Married couples filing jointly who earned between $693,750 and $1,156,300 (in tax year 2023) will pay higher taxes than they would if they filed separately or stayed single. The 37% federal tax bracket differs for each filing status. 

High earners paying the Medicare surtax 

The Medicare surtax applies to 0.9% of wages, compensation, and self-employed income over $200,000 for single filers and $250,000 for couples filing jointly.  

High earners paying the Net Investment Income (NII) tax 

The NII tax of 3.8% applies to passive income after subtracting investment expenses like interest, brokerage fees, and tax preparation fees. Taxpayers are subject to this tax if their Modified Adjusted Gross Income (MAGI) exceeds $200,000 for single filers and $250,000 for couples filing jointly.  

High earners with long-term capital gains 

Couples filing jointly must pay more taxes on capital gains for investments held longer than a year. As of tax year 2023, the 20% for long-term capital gains starts at $583,750 for couples filing jointly. You can compare this amount to the 20% tax rate for the other filing statuses below. 

Single Married filing separately Head of household 
Over $518,900 Over $276,900 Over $523,050 

Homeowners with large mortgage payments 

Couples filing jointly can deduct up to $750,000 of qualified residence loans. If your mortgage is worth more than that amount, then the remaining debt will be taxed. 

What is the marriage tax bonus? 

Not all couples are subject to the marriage tax penalty. In fact, getting married and filing jointly can benefit you and your spouse’s finances. Sometimes, one of the perks of filing jointly presents itself as the marriage tax bonus. 
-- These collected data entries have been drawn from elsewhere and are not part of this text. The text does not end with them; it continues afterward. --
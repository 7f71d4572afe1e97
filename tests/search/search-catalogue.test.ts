// The catalogue search without a browser: the prebuilt bundle, its JSON round trip, ranking,
// case-sensitive formulas, filters and the announced summary.
import { describe, expect, it } from 'vitest';
import { loadCatalogue } from '../../src/site/index.ts';
import { buildSearchIndex, type MechanismInput, type SpeciesInput } from '../../src/search/build-index.ts';
import { outcomeSummary } from '../../src/search/outcome-summary.ts';
import { createCatalogueSearch, isLiteralQuery, type SearchOutcome } from '../../src/search/search-catalogue.ts';
import { FORMULA_KEYS, TEXT_KEYS, type SearchBundle } from '../../src/search/search-doc.ts';

const carbonyl: MechanismInput = {
  id: 'cobalt-carbonyl',
  title: 'Carbonyl binding at a cobalt centre',
  system: 'cobalt-carbonyl-formation',
  status: 'favoured',
  tags: ['organometallic'],
  species: [
    { symbol: 'Co', name: 'cobalt centre', role: 'reactant', aliases: [] },
    { symbol: 'CO', name: 'carbon monoxide', role: 'reactant', aliases: ['carbonic oxide'] },
    { symbol: 'CoCO', name: 'cobalt carbonyl', role: 'product', aliases: [] },
  ],
};
const oxidation: MechanismInput = {
  id: 'monoxide-oxidation',
  title: 'Oxidation of the monoxide by atomic oxygen',
  system: 'monoxide-oxidation',
  status: 'proposed',
  tags: ['gas-phase'],
  species: [
    { symbol: 'CO', name: 'carbon monoxide', role: 'reactant', aliases: ['carbonic oxide'] },
    { symbol: 'O', name: 'oxygen atom', role: 'reactant', aliases: [] },
    { symbol: 'CO2', name: 'carbon dioxide', role: 'product', aliases: [] },
  ],
};
const labelled: MechanismInput = {
  id: 'labelled-cycle',
  title: 'A labelled catalytic cycle',
  status: 'withdrawn',
  tags: [],
  species: [
    { symbol: 'E', name: 'free catalyst', role: 'catalyst', aliases: ['IM-9'] },
    { symbol: 'S', name: 'substrate', role: 'reactant', aliases: [] },
    { symbol: 'ES', name: 'substrate complex', role: 'intermediate', aliases: [] },
    { symbol: 'Z2', name: 'chloride dimer', formula: 'C2H6Cl2Zn2', role: 'inhibitor', aliases: [] },
  ],
};
const mechanisms = [carbonyl, oxidation, labelled];

/** Species pages as the catalogue builds them: one per symbol, with every occurrence. */
function speciesOf(list: MechanismInput[]): SpeciesInput[] {
  const bySymbol = new Map<
    string,
    SpeciesInput & { occurrences: { mechanism: string; title: string; role?: string }[] }
  >();
  for (const m of list) {
    for (const s of m.species) {
      const page = bySymbol.get(s.symbol) ?? {
        symbol: s.symbol,
        slug: s.symbol.toLowerCase() + (s.symbol === 'CO' ? '-x' : ''),
        names: s.name ? [s.name] : [],
        aliases: [...s.aliases],
        occurrences: [],
      };
      if (s.formula) page.formula = s.formula;
      page.occurrences.push({ mechanism: m.id, title: m.title, ...(s.role && { role: s.role }) });
      bySymbol.set(s.symbol, page);
    }
  }
  return [...bySymbol.values()];
}

/** The bundle as the browser receives it: through JSON. */
function bundleOf(list: MechanismInput[]): SearchBundle {
  return JSON.parse(JSON.stringify(buildSearchIndex(list, speciesOf(list)))) as SearchBundle;
}

const search = createCatalogueSearch(bundleOf(mechanisms));
const symbolsOf = (o: SearchOutcome) => o.species.map((s) => s.doc.symbol);
const hitSymbols = (o: SearchOutcome, id: string) => {
  const r = o.mechanisms.find((m) => m.doc.id === id);
  return r ? r.hits.map((h) => r.doc.species[h.index]!.symbol) : undefined;
};

describe('buildSearchIndex', () => {
  it('makes one document per mechanism, then one per species, with both indexes over them', () => {
    const bundle = buildSearchIndex(mechanisms, speciesOf(mechanisms));
    expect(bundle.docs.map((d) => `${d.kind}:${d.id}`)).toEqual([
      'mechanism:cobalt-carbonyl',
      'mechanism:monoxide-oxidation',
      'mechanism:labelled-cycle',
      'species:co',
      'species:co-x',
      'species:coco',
      'species:o',
      'species:co2',
      'species:e',
      'species:s',
      'species:es',
      'species:z2',
    ]);
    const text = bundle.textIndex as { keys: { path: string[] }[]; records: unknown[] };
    const formula = bundle.formulaIndex as { keys: { path: string[] }[]; records: unknown[] };
    expect(text.keys.map((k) => k.path.join('.'))).toEqual(TEXT_KEYS.map((k) => k.name));
    expect(formula.keys.map((k) => k.path.join('.'))).toEqual(FORMULA_KEYS.map((k) => k.name));
    expect(text.records).toHaveLength(bundle.docs.length);
    expect(JSON.stringify(buildSearchIndex(mechanisms, speciesOf(mechanisms)))).toBe(JSON.stringify(bundle));
  });

  it('keeps the species-aligned fields aligned, blank where a value is missing', () => {
    const doc = buildSearchIndex([labelled], speciesOf([labelled])).docs[0]!;
    expect(doc.symbols).toEqual(['E', 'S', 'ES', 'Z2']);
    expect(doc.formulas).toEqual(['', '', '', 'C2H6Cl2Zn2']);
    expect(doc.roles).toEqual(['catalyst', 'reactant', 'intermediate', 'inhibitor']);
    expect(doc.names).toEqual(['free catalyst', 'IM-9', 'substrate', 'substrate complex', 'chloride dimer']);
    expect(doc.nameOwner).toEqual([0, 0, 1, 2, 3]);
    expect(doc.nameKind).toEqual(['name', 'alias', 'name', 'name', 'name']);
  });
});

describe('isLiteralQuery', () => {
  it.each([
    ['CO', true],
    ['HCl', true],
    ['Cl2', true],
    ['Fe3+', true],
    ['KX-7', true],
    ['A', true],
    ['Co', false],
    ['Cat', false],
    ['Fluoroform', false],
    ['co', false],
    ['kx-7', false],
    ['carbon monoxide', false],
    ['CO + O', false],
  ])('%s → %s', (query, expected) => expect(isLiteralQuery(query)).toBe(expected));
});

describe('the catalogue search', () => {
  it('matches formulas with case: CO is carbon monoxide, never cobalt', () => {
    const outcome = search('CO');
    expect(outcome.literal).toBe(true);
    expect(symbolsOf(outcome)).toEqual(['CO', 'CO2', 'CoCO']);
    expect(hitSymbols(outcome, 'cobalt-carbonyl')).toEqual(['CO', 'CoCO']);
    expect(hitSymbols(outcome, 'monoxide-oxidation')).toEqual(['CO', 'CO2']);
    expect(outcome.mechanisms.every((m) => m.hits.every((h) => m.doc.species[h.index]!.symbol !== 'Co'))).toBe(true);
  });

  it('Co finds cobalt first and never carbon monoxide by its formula', () => {
    const outcome = search('Co');
    expect(symbolsOf(outcome)[0]).toBe('Co');
    expect(symbolsOf(outcome)).not.toContain('CO');
    expect(symbolsOf(outcome)).not.toContain('CO2');
    expect(hitSymbols(outcome, 'cobalt-carbonyl')?.[0]).toBe('Co');
    // A capitalised word also matches names loosely (substrate complex), but the mechanism
    // that has carbon monoxide and no cobalt is not found through CO.
    expect(outcome.mechanisms[0]!.doc.id).toBe('cobalt-carbonyl');
    expect(outcome.mechanisms.map((m) => m.doc.id)).not.toContain('monoxide-oxidation');
  });

  it('ranks an exact formula above a formula that contains it, and both above names', () => {
    const outcome = search('CO2');
    expect(symbolsOf(outcome)).toEqual(['CO2']);
    expect(outcome.mechanisms[0]!.score).toBe(0);
    const part = search('Cl2');
    expect(part.species[0]!.doc.symbol).toBe('Z2');
    expect(part.species[0]!.how).toBe('formula');
    expect(part.species[0]!.score).toBeGreaterThan(1);
    expect(part.species[0]!.score).toBeLessThan(2);
  });

  it('matches names, aliases and small typos loosely, and says which species matched', () => {
    const byName = search('carbon monoxide');
    expect(byName.literal).toBe(false);
    expect(symbolsOf(byName)[0]).toBe('CO');
    expect(byName.mechanisms.map((m) => m.doc.id).sort()).toEqual(['cobalt-carbonyl', 'monoxide-oxidation']);
    expect(byName.mechanisms[0]!.hits[0]).toMatchObject({ how: 'name', term: 'carbon monoxide' });
    const byAlias = search('Carbonic Oxide');
    expect(byAlias.mechanisms[0]!.hits[0]).toMatchObject({ how: 'alias', term: 'carbonic oxide' });
    const typo = search('carbon monoxyde');
    expect(symbolsOf(typo)[0]).toBe('CO');
    expect(typo.species[0]!.score).toBeGreaterThanOrEqual(4);
  });

  it('takes a literal code such as an alias with capitals as written', () => {
    expect(search('IM-9').mechanisms.map((m) => m.doc.id)).toEqual(['labelled-cycle']);
    expect(search('im-9').mechanisms.map((m) => m.doc.id)).toEqual(['labelled-cycle']);
    expect(search('IM-8').mechanisms).toEqual([]);
  });

  it('filters by role: only species with that role are shown, and results without one are dropped', () => {
    const outcome = search('CO', { role: 'product' });
    expect(hitSymbols(outcome, 'cobalt-carbonyl')).toEqual(['CoCO']);
    expect(hitSymbols(outcome, 'monoxide-oxidation')).toEqual(['CO2']);
    expect(symbolsOf(outcome)).toEqual(['CO2', 'CoCO']);
    // Matched by title only: the mechanism stays, showing its species with the role.
    const byTitle = search('oxidation', { role: 'product' });
    expect(hitSymbols(byTitle, 'monoxide-oxidation')).toEqual(['CO2']);
  });

  it('filters by status, narrowing species to their occurrences in such mechanisms', () => {
    const outcome = search('carbon monoxide', { status: 'proposed' });
    expect(outcome.mechanisms.map((m) => m.doc.id)).toEqual(['monoxide-oxidation']);
    expect(outcome.species[0]!.occurrences.map((o) => o.mechanism)).toEqual(['monoxide-oxidation']);
  });

  it('with filters and no query, lists everything that passes them', () => {
    const outcome = search('', { role: 'inhibitor' });
    expect(outcome.browsing).toBe(true);
    expect(outcome.mechanisms.map((m) => m.doc.id)).toEqual(['labelled-cycle']);
    expect(symbolsOf(outcome)).toEqual(['Z2']);
    expect(search('').mechanisms).toEqual([]);
  });

  it('suggests the formula when the only difference is case', () => {
    const outcome = search('CL2');
    expect(outcome.mechanisms).toEqual([]);
    expect(search('CO2X').didYouMean).toEqual([]);
    expect(search('COCO').didYouMean).toEqual(['CoCO']);
  });
});

describe('outcomeSummary', () => {
  it('counts, names the filters, and hints at case when nothing matched', () => {
    expect(outcomeSummary(search('CO'))).toBe('2 mechanisms and 3 species match “CO”.');
    expect(outcomeSummary(search('CO', { role: 'product', status: 'proposed' }))).toBe(
      '1 mechanism and 1 species match “CO” (role product, status proposed).',
    );
    expect(outcomeSummary(search('COCO'))).toBe('Nothing matches “COCO”. Formulas match with case: try CoCO.');
    expect(outcomeSummary(search('', { role: 'third_body' }))).toBe('0 mechanisms and 0 species (role third body).');
    expect(outcomeSummary(search(''))).toBe('Type a species name, formula, symbol, title or tag.');
  });
});

describe('the demo catalogue', () => {
  it('finds every mechanism by the name and by the symbol of each of its species', async () => {
    const catalogue = await loadCatalogue();
    const demo = createCatalogueSearch(
      JSON.parse(JSON.stringify(buildSearchIndex(catalogue.records, catalogue.species))) as SearchBundle,
    );
    const missed: string[] = [];
    for (const record of catalogue.records) {
      for (const s of record.species) {
        for (const query of [s.symbol, ...(s.name ? [s.name] : [])]) {
          const hit = demo(query)
            .mechanisms.find((m) => m.doc.id === record.id)
            ?.hits.find((h) => record.species[h.index]?.symbol === s.symbol);
          if (!hit) missed.push(`${record.id}: ${query}`);
        }
      }
    }
    expect(missed).toEqual([]);
  }, 60_000);
});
The bonus occurs when one spouse makes most or all the income for the household. This bonus kicks in when you choose a filing status. For example, instead of filing as single, filing jointly can put you in a lower tax bracket and qualify you for tax breaks designed for couples.  
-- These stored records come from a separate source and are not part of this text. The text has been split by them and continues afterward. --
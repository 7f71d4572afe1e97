/**
 * The `fits` section of a record in the JSON report (additive): the orders fitted from its
 * initial-rate tables, every data set of its system with each rival fitted and ranked, and the
 * activation parameters of its temperature series. Values in the engine's canonical units (M, s,
 * J/mol) unless a key names another; intervals are 95 % (Student t).
 */

/** A fitted value with its uncertainty. */
export interface FittedValueJson {
  name: string;
  value: number;
  standard_error: number;
  /** the 95 % confidence interval (asymmetric for a constant fitted as its logarithm) */
  interval: [number, number];
  /** false when these data do not determine it */
  identifiable: boolean;
  unit?: string;
  note?: string;
}

/** One rival's law (or simulation) fitted to one data set. */
export interface RivalFitJson {
  record: string;
  /** rds, steady_state, long_chain; simulation or closed_form for a time course */
  method: string;
  law?: string;
  parameters: FittedValueJson[];
  /** elementary constants held at their starting values (time-course simulation) */
  fixed?: Record<string, number>;
  /** weighted residual sum of squares (of ln r for initial rates; of concentrations for a time course) */
  rss?: number;
  points?: number;
  aicc?: number;
  bic?: number;
  converged: boolean;
  /** the Akaike weight of the rival (its best law) across the rivals; absent for its other laws */
  weight?: number;
  delta_aicc?: number;
  /** weight against the best rival below 0.01 */
  rejected?: boolean;
  correlation?: number[][];
  issue?: string;
  /** why the fit is not to be trusted (a time course that did not converge, an unbounded constant, a misfit) */
  unreliable?: string;
}

/** One data set of the system with every rival fitted to it. */
export interface DataSetFitsJson {
  observation: string;
  /** the record that holds the data */
  record: string;
  kind: string;
  points: number;
  rivals: RivalFitJson[];
  /** the rival the data favour, with its Akaike weight */
  favoured?: { record: string; weight: number };
  /** 1-based rows of the table that most separate the favoured rival from the next */
  drivers?: number[];
  f_tests?: { simpler: string; complex: string; f: number; df1: number; df2: number; p_value: number }[];
  /** for the surviving rivals: where one run would best tell them apart */
  next_measurement?: {
    symbol: string;
    concentration_m: number;
    range_m: [number, number];
    rivals: [string, string];
    separation_sigma: number;
    rates_m_per_s: [number, number];
  };
}

/** The activation parameters of one temperature series. */
export interface ActivationFitsJson {
  observation: string;
  constant: string;
  order: number;
  points: number;
  arrhenius: { ea_kj_per_mol: FittedValueJson; ln_a: FittedValueJson; correlation: number };
  eyring: {
    dh_kj_per_mol: FittedValueJson;
    ds_j_per_mol_k: FittedValueJson;
    dg_kj_per_mol: FittedValueJson;
    reference_temperature_k: number;
    standard_concentration_m: number;
    correlation: number;
  };
  recorded?: { quantity: string; value_kj_per_mol: number; source: string; agrees: boolean };
}

/** A record's `fits`. */
export interface RecordFitsJson {
  orders?: (FittedValueJson & { observation: string; species: string })[];
  data_sets?: DataSetFitsJson[];
  activation?: ActivationFitsJson[];
}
Additional tax implications of marriage 

There are other things to consider when filing jointly besides the pros and cons mentioned above.  First, since you are a couple filing jointly, both of you are held liable if something goes wrong with your tax return. You can secure an IRA for an unemployed spouse or mix and match healthcare benefits packages to choose the most valuable benefits between insurance plans (like using your own vision or dental plan with your spouse’s medical plan). 

Do you need help deciding if you should file jointly or separately? Read Married Filing Separately vs. Jointly for more information.  
 

FAQs about the marriage tax penalty

We’ve answered a few questions to help you consider if the marriage penalty is worth taking on.   

Will I pay more in taxes if I get married? 

In most cases, you won’t pay more in taxes since filing jointly comes with one of the largest standard deductions. But if your situation is similar to the examples we’ve provided above, you may be subject to the marriage tax penalty. 

Which states have a marriage tax penalty? 

As of 2024, 15 states have a marriage tax penalty. If your state enforces the marriage tax penalty, visit your state’s department of revenue for more information.  

What is the difference between a marriage penalty and a marriage bonus? 

If you file jointly, the marriage penalty results in extra taxation based on your combined income. On the other hand, the marriage bonus is extra tax breaks depending on your income and filing status.  

Disclaimer:
This article is intended to provide general information to the public and does not provide personalized tax, investment, legal, or business advice. You should seek the assistance of a professional for advice on taxes, investments, and any other financial, legal, or business matter pertinent to your individual situation.